> [What to do] Starting with the line that contains "writing = _command_output.in_one_piece(target)" and stopping after the line that contains "assert [path.name for", return each line below exactly as written, with no others.

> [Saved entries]

@pytest.mark.parametrize(
    ("arguments", "words"),
    [
        (["run", "absent.toml"], ["study file", "absent.toml", "a file that can be read"]),
        (["run", "servo.toml", "--trials", "0"], ["trials", "0", "a whole number from 1"]),
        (["run", "servo.toml", "--trials", "many"], ["--trials", "whole number"]),
        (["run", "servo.toml", "--trails", "10"], ["--trails", "--trials", "windage run --help"]),
        (["run", "servo.toml", "--at-least", "95"], ["at_least", "95", "below 1", "fraction"]),
        (["run", "servo.toml", "--confidence", "0.05"], ["confidence", "0.05", "at least 0.5"]),
        (["run", "servo.toml", "--threads", "-1"], ["threads", "-1"]),
        (["run", "servo.toml", "--plot", "a.bmp"], ["--plot", "a.bmp", ".png"]),
        (["run", "servo.toml", "--json", "absent/a.json"], ["--json", "a folder that exists", "Make absent"]),
        (["run", "servo.toml", "--table", "."], ["--table", ".parquet"]),
        (["run"], ["STUDY.toml", "windage run --help"]),
        (["replay", "servo.toml"], ["--trial", "neither", "--nominal"]),
        (["replay", "servo.toml", "--trial", "3", "--nominal"], ["--trial", "both"]),
        (["replay", "servo.toml", "--trial", "-1"], ["trial", "-1"]),
        (["replay", "servo.toml", "--trial", "1", "--plot", "a.png", "--after", "9"], ["after", "9 s"]),
        (["demo", "--output", "servo.toml"], ["--output", "a folder"]),
        (["simulate"], ["simulate", "windage --help"]),
        (["--verbose"], ["--verbose", "windage --help"]),
    ],
    ids=" ".join,
)
def test_wrong_usage_is_one_readable_block(
    study_file: str, arguments: list[str], words: list[str], capsys: pytest.CaptureFixture[str]
) -> None:
    before = sorted(Path().iterdir())
    assert main(arguments) == 3
    printed = capsys.readouterr()
    assert printed.err.startswith("Error: ")
    assert "Traceback" not in printed.out + printed.err
    assert len(printed.err.splitlines()) <= 4
    for word in words:
        assert word in printed.err
    assert sorted(Path().iterdir()) == before
    assert study_file == "servo.toml"


def test_wrong_study_file_names_the_place_in_it(study_file: str, capsys: pytest.CaptureFixture[str]) -> None:
    text = Path(study_file).read_text()
    Path(study_file).write_text(text.replace("sample_period = 0.01", "sample_period = -0.01"))
    assert main(["run", study_file]) == 3
    assert "sample_period" in capsys.readouterr().err


def test_plot_without_matplotlib_is_refused_before_any_trial(
    study_file: str, monkeypatch: pytest.MonkeyPatch, capsys: pytest.CaptureFixture[str]
) -> None:
    monkeypatch.setattr(_command_output, "has_matplotlib", lambda: False)
    assert run_study(study_file, "--plot", "o.png") == 3
    printed = capsys.readouterr()
    assert "pip install 'windage[plots]'" in printed.err
    assert printed.out == ""


def test_a_defect_is_told_apart_from_wrong_usage(
    study_file: str, monkeypatch: pytest.MonkeyPatch, capsys: pytest.CaptureFixture[str]
) -> None:
    def broken(*_: object) -> None:
        raise ZeroDivisionError("division by zero")

    monkeypatch.setattr(_command_line, "load", broken)
    assert main(["run", study_file]) == 5
    printed = capsys.readouterr().err
    assert "a defect in windage" in printed
    assert "ZeroDivisionError: division by zero" in printed
    assert "test_command_line.py, line" in printed


def test_files_are_written_in_one_piece(tmp_path: Path) -> None:
    target = tmp_path / "verdict.json"
    target.write_text("old")
    with pytest.raises(ValueError, match="Out of range float values"):
        _command_output.write_json({"bound": float("nan")}, target)
    writing = _command_output.in_one_piece(target)
    writing.__enter__().write(b"half")
    assert writing.__exit__(KeyboardInterrupt, KeyboardInterrupt(), None) is False
    assert target.read_text() == "old"
    assert [path.name for path in tmp_path.iterdir()] == ["verdict.json"]


@pytest.mark.skipif(not Path("/dev/null").exists(), reason="no devices")
def test_reports_go_into_pipes_and_devices_as_they_stand(study_file: str, tmp_path: Path) -> None:
    (tmp_path / "link.json").symlink_to("real.json")
    assert run_study(study_file, "--at-least", "0.8", "--json", "/dev/null", "--table", "link.parquet") == 0
    assert run_study(study_file, "--at-least", "0.8", "--json", "link.json") == 0
    assert json.loads((tmp_path / "real.json").read_text())["exit_code"] == 0
    assert not Path("/dev/null").is_file()
    assert run_study(study_file, "--table", "/dev/null") == 3  # which kind?
    assert run_study(study_file, "--json", "missing/link.json") == 3
    code = f"from windage._command_line import main; raise SystemExit(main(['run', {study_file!r}, '--short', "
    code += "'--trials', '100', '--json', '/dev/stdout']))"
    done = subprocess.run([sys.executable, "-c", code], capture_output=True, text=True, check=False)
    assert json.loads(done.stdout[done.stdout.index("{") : done.stdout.rindex("}") + 1])["trials"]["run"] == 100


# --- interruption and progress
# ------------------------------------------------------------------------------------------------


def test_interrupted_run_is_judged_as_interim(
    study: wd.Study, study_file: str, monkeypatch: pytest.MonkeyPatch, capsys: pytest.CaptureFixture[str]
) -> None:
    class Interrupted(ProgressBar):
        def __call__(self, done: int, total: int) -> bool:  # noqa: ARG002
            if done >= 1_000:
                raise KeyboardInterrupt
            return True

    monkeypatch.setattr(_reporter, "ProgressBar", Interrupted)
    monkeypatch.setattr(sys.stderr, "isatty", lambda: True)
    trials = 3_000_000
    code = main(["run", study_file, "--trials", str(trials), "--at-least", "0.8", "--json", "interim.json"])
    assert code == 4
    report = json.loads(Path("interim.json").read_text(encoding="utf-8"))
    done = report["trials"]["run"]
    assert 1_000 <= done < trials
    assert report["interim"] is True
    assert report["verdict"] is None
    same = study.run(done, progress=False)
    assert report["interim_verdict"]["failures"] == len(same.failures)
    printed = capsys.readouterr().out
    assert f"INTERIM: stopped after {done:,} of {trials:,} trials;".replace(",", " ") in printed
    assert "PASS:" not in printed


@pytest.mark.parametrize("number", [signal.SIGINT, signal.SIGTERM])
def test_ctrl_c_and_termination_end_the_process_with_what_is_done(number: signal.Signals, tmp_path: Path) -> None:
    # The observer is too fast for advice to be absent: its line tells that the run begins.
    wd.save(servo(0.1, observer_bandwidth=150.0), tmp_path / "servo.toml")
    # A shell that starts tests in the background makes them deaf to Ctrl-C.
    program = "import signal; signal.signal(signal.SIGINT, signal.default_int_handler)\n"
    program += "from windage._command_line import main; raise SystemExit(main())"
    command = [sys.executable, "-u", "-c", program, "run", str(tmp_path / "servo.toml"), "--trials", "100000000"]
    with subprocess.Popen(command, stdout=subprocess.PIPE, stderr=subprocess.PIPE, text=True) as process:
        assert process.stdout is not None
        try:
            assert process.stdout.readline().startswith("Advice:")
            with pytest.raises(subprocess.TimeoutExpired):
                process.wait(1.0)
            process.send_signal(number)
            printed, errors = process.communicate(timeout=60.0)
        finally:
            process.kill()
    assert process.returncode == 4, errors
    assert "INTERIM" in printed
    assert errors == ""


def test_output_into_a_closed_pipe_is_no_traceback(study_file: str) -> None:
    code = f"from windage._command_line import main; raise SystemExit(main(['run', {study_file!r}]))"
    with subprocess.Popen(
        [sys.executable, "-u", "-c", code], stdout=subprocess.PIPE, stderr=subprocess.PIPE
    ) as process:
        assert process.stdout is not None
        assert process.stderr is not None
        process.stdout.close()
        assert b"Traceback" not in process.stderr.read()


def drawn(console: Console) -> str:
    assert isinstance(console.file, io.StringIO)
    return console.file.getvalue()


def test_progress_bar_counts_and_never_stops_a_run() -> None:
    console = Console(file=io.StringIO(), force_terminal=True, width=110, color_system=None)
    bar = ProgressBar(console)
    assert bar(500, 2_000) is True
    assert "500 of 2 000 trials" in drawn(console)
    assert "25%" in drawn(console)
    bar.close(2_000, 2_000)
    assert "2 000 of 2 000 trials" in drawn(console)
    length = len(drawn(console))
    bar.close(2_000, 2_000)
    assert len(drawn(console)) == length


def test_progress_bar_says_that_a_run_was_stopped() -> None:
    console = Console(file=io.StringIO(), force_terminal=True, width=110, color_system=None)
    ProgressBar(console).close(300, 2_000)
    assert "300 of 2 000 trials, stopped" in drawn(console)


@pytest.mark.parametrize("total", [1, 10_000, 10_000_000, 1 << 40])
@pytest.mark.parametrize("width", [80, 132])
def test_progress_bar_fits_eighty_columns(total: int, width: int) -> None:
    console = Console(file=io.StringIO(), force_terminal=True, width=width, color_system=None)
    bar = ProgressBar(console)
    for tenth in range(11):
        bar(total * tenth // 10, total)
    bar.close(total, total)
    bare = re.sub(r"\x1b\[[0-9;?]*[A-Za-z]", "", drawn(console))
    lines = [line for line in re.split(r"[\r\n]", bare) if line]
    assert max(map(len, lines)) <= 80
    # One line, drawn over and over: nothing was wrapped.
    assert all(f" of {plainly_grouped(total)} trials" in line for line in lines)


def test_progress_bar_is_what_a_run_takes(study: wd.Study) -> None:
    console = Console(file=io.StringIO(), force_terminal=True, width=110, color_system=None)
    bar = ProgressBar(console)
    outcome = study.run(TRIALS, progress=bar)
    bar.close(outcome.trials, outcome.requested)
    assert not outcome.interrupted
    assert "2 000 of 2 000 trials" in drawn(console)


# --- help and imports
# ------------------------------------------------------------------------------------------------


@pytest.mark.parametrize("command", COMMANDS)
def test_help_teaches(command: str, capsys: pytest.CaptureFixture[str], monkeypatch: pytest.MonkeyPatch) -> None:
    monkeypatch.setenv("COLUMNS", "100")
    assert main([command, "--help"]) == 0
    printed = capsys.readouterr().out
    assert f"windage {command}" in printed
    for word in ("Examples:", "Next:", "Exit codes: 0"):
        assert word in printed


def test_without_a_command_the_help_is_printed(capsys: pytest.CaptureFixture[str]) -> None:
    assert main([]) == 0
    printed = capsys.readouterr().out
    for command in COMMANDS:
        assert command in printed
    assert "2 inconclusive" in " ".join(printed.split())


def test_version_and_config(capsys: pytest.CaptureFixture[str]) -> None:
    assert main(["--version"]) == 0
    assert capsys.readouterr().out == f"windage {wd.__version__}\n"
    assert main(["config"]) == 0
    printed = capsys.readouterr().out
    for name, value in wd.show_config().items():
        assert name in printed
        assert value in printed


def test_importing_windage_loads_nothing_that_is_only_sometimes_needed() -> None:
    code = (
        "import sys, windage; windage.Study; "
        "print([m for m in ('typer', 'rich', 'matplotlib', 'pyarrow') if m in sys.modules])"
    )
    done = subprocess.run([sys.executable, "-c", code], capture_output=True, text=True, check=True)
    assert done.stdout == "[]\n"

> [Solution for this task]
    writing = _command_output.in_one_piece(target)
    writing.__enter__().write(b"half")
    assert writing.__exit__(KeyboardInterrupt, KeyboardInterrupt(), None) is False
    assert target.read_text() == "old"
    assert [path.name for path in tmp_path.iterdir()] == ["verdict.json"]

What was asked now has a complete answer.